Source data |
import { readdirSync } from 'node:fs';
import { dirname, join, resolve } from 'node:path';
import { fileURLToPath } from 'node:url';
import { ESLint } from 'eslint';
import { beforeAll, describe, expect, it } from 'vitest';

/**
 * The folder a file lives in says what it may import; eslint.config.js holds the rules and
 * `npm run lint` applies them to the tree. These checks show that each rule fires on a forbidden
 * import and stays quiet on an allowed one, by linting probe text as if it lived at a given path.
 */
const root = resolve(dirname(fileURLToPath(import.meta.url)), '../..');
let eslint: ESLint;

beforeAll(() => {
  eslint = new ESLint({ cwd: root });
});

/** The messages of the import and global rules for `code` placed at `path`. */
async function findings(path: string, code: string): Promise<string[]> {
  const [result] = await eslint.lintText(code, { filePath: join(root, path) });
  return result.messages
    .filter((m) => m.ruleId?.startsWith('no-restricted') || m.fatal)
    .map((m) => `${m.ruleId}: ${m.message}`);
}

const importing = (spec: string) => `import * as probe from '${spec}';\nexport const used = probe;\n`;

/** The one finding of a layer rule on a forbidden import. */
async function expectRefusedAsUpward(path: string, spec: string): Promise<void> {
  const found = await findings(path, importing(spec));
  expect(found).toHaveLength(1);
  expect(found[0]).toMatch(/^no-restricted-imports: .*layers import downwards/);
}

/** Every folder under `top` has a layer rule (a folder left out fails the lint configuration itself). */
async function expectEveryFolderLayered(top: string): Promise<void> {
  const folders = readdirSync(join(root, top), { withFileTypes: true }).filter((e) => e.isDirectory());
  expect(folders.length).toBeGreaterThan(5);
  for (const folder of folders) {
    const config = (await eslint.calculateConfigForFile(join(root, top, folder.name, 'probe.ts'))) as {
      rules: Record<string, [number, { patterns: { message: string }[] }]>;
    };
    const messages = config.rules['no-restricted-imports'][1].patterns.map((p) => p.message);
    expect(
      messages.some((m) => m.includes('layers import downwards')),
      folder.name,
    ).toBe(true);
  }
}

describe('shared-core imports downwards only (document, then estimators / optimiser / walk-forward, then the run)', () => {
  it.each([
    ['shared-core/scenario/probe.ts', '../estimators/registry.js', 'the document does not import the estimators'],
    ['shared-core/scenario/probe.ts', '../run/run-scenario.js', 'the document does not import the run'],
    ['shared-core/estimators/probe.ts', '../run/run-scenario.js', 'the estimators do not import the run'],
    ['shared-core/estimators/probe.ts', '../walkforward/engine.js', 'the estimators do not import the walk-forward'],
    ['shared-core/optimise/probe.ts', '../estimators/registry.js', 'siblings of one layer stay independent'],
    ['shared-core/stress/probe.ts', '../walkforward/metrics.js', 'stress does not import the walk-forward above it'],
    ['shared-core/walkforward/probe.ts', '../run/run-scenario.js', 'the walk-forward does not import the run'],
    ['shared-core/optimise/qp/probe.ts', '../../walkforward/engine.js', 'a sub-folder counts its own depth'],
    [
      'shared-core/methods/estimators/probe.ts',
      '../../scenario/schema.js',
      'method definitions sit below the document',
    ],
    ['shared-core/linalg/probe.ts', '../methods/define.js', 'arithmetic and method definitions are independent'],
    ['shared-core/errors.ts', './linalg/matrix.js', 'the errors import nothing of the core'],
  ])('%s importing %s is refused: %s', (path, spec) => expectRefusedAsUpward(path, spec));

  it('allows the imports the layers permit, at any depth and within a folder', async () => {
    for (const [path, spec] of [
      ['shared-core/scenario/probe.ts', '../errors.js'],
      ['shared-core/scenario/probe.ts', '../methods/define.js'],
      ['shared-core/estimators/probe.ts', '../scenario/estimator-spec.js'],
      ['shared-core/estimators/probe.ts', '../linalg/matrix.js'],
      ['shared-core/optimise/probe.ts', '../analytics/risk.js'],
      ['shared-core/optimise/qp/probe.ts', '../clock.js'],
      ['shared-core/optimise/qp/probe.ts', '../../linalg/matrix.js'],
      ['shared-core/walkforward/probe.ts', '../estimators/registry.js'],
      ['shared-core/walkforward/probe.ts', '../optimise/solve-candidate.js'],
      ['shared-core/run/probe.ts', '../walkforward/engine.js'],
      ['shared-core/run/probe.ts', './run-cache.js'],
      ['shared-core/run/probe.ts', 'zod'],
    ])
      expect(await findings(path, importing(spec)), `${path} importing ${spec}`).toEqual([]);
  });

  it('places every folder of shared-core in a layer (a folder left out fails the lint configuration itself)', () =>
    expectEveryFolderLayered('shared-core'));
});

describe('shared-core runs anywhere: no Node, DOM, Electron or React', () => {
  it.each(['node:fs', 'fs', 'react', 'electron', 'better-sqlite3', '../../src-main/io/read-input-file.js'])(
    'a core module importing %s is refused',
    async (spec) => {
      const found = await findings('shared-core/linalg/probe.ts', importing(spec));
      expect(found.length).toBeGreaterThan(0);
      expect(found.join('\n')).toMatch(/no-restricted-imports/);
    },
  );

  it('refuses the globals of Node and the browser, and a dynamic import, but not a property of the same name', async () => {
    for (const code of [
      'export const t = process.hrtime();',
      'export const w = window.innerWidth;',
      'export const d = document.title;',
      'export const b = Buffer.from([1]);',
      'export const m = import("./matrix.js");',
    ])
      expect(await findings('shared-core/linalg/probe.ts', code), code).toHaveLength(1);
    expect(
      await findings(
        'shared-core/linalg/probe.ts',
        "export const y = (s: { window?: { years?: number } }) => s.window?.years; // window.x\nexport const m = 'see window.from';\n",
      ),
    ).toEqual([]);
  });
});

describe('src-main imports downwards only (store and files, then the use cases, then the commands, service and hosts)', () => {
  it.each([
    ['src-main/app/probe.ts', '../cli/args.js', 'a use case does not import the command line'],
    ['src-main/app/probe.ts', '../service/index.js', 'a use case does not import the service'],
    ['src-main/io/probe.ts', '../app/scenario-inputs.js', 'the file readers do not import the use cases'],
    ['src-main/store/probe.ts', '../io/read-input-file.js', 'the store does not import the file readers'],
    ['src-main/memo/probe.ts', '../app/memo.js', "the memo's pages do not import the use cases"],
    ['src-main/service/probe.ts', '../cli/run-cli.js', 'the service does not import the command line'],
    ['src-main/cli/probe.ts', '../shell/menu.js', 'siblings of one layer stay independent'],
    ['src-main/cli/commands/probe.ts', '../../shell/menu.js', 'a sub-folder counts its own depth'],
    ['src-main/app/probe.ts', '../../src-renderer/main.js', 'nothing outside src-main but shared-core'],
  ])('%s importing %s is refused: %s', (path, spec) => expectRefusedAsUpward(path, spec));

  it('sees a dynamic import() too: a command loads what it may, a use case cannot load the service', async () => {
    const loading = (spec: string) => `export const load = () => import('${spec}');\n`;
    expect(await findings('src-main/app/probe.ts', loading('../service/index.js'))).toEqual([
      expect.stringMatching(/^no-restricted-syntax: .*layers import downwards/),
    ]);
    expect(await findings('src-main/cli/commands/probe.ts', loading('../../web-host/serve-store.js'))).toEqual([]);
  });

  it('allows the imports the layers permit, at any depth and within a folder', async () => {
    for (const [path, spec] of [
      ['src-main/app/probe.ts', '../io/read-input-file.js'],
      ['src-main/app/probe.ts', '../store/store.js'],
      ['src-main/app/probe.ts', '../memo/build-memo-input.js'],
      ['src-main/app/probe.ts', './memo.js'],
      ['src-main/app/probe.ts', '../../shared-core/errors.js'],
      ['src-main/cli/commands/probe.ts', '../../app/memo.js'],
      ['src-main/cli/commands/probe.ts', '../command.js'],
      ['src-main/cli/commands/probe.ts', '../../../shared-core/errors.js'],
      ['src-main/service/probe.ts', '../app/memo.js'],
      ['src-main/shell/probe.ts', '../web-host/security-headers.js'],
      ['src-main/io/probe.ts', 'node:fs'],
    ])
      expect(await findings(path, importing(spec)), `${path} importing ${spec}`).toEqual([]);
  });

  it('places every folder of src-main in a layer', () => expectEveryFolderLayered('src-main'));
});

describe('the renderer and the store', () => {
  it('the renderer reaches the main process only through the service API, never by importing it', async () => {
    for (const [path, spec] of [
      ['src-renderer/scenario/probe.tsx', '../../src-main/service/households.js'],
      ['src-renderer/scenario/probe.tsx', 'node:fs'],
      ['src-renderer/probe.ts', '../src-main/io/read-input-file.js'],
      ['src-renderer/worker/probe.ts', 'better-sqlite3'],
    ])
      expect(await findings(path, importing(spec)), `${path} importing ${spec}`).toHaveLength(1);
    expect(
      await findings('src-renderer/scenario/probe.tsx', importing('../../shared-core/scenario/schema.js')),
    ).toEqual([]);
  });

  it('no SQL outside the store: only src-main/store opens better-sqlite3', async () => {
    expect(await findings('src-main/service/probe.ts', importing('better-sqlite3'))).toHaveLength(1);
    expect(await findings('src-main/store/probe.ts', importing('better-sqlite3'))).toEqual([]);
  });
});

Assigned task | Only those lines of the entries above that run from the line containing "describe, expect, it" to the line containing "expect(folders.length).toBeGreaterThan(5);", both included, should be transcribed exactly.

Answer to this task |
import { beforeAll, describe, expect, it } from 'vitest';

/**
 * The folder a file lives in says what it may import; eslint.config.js holds the rules and
 * `npm run lint` applies them to the tree. These checks show that each rule fires on a forbidden
 * import and stays quiet on an allowed one, by linting probe text as if it lived at a given path.
 */
const root = resolve(dirname(fileURLToPath(import.meta.url)), '../..');
let eslint: ESLint;

beforeAll(() => {
  eslint = new ESLint({ cwd: root });
});

/** The messages of the import and global rules for `code` placed at `path`. */
async function findings(path: string, code: string): Promise<string[]> {
  const [result] = await eslint.lintText(code, { filePath: join(root, path) });
  return result.messages
    .filter((m) => m.ruleId?.startsWith('no-restricted') || m.fatal)
    .map((m) => `${m.ruleId}: ${m.message}`);
}

const importing = (spec: string) => `import * as probe from '${spec}';\nexport const used = probe;\n`;

/** The one finding of a layer rule on a forbidden import. */
async function expectRefusedAsUpward(path: string, spec: string): Promise<void> {
  const found = await findings(path, importing(spec));
  expect(found).toHaveLength(1);
  expect(found[0]).toMatch(/^no-restricted-imports: .*layers import downwards/);
}

/** Every folder under `top` has a layer rule (a folder left out fails the lint configuration itself). */
async function expectEveryFolderLayered(top: string): Promise<void> {
  const folders = readdirSync(join(root, top), { withFileTypes: true }).filter((e) => e.isDirectory());
  expect(folders.length).toBeGreaterThan(5);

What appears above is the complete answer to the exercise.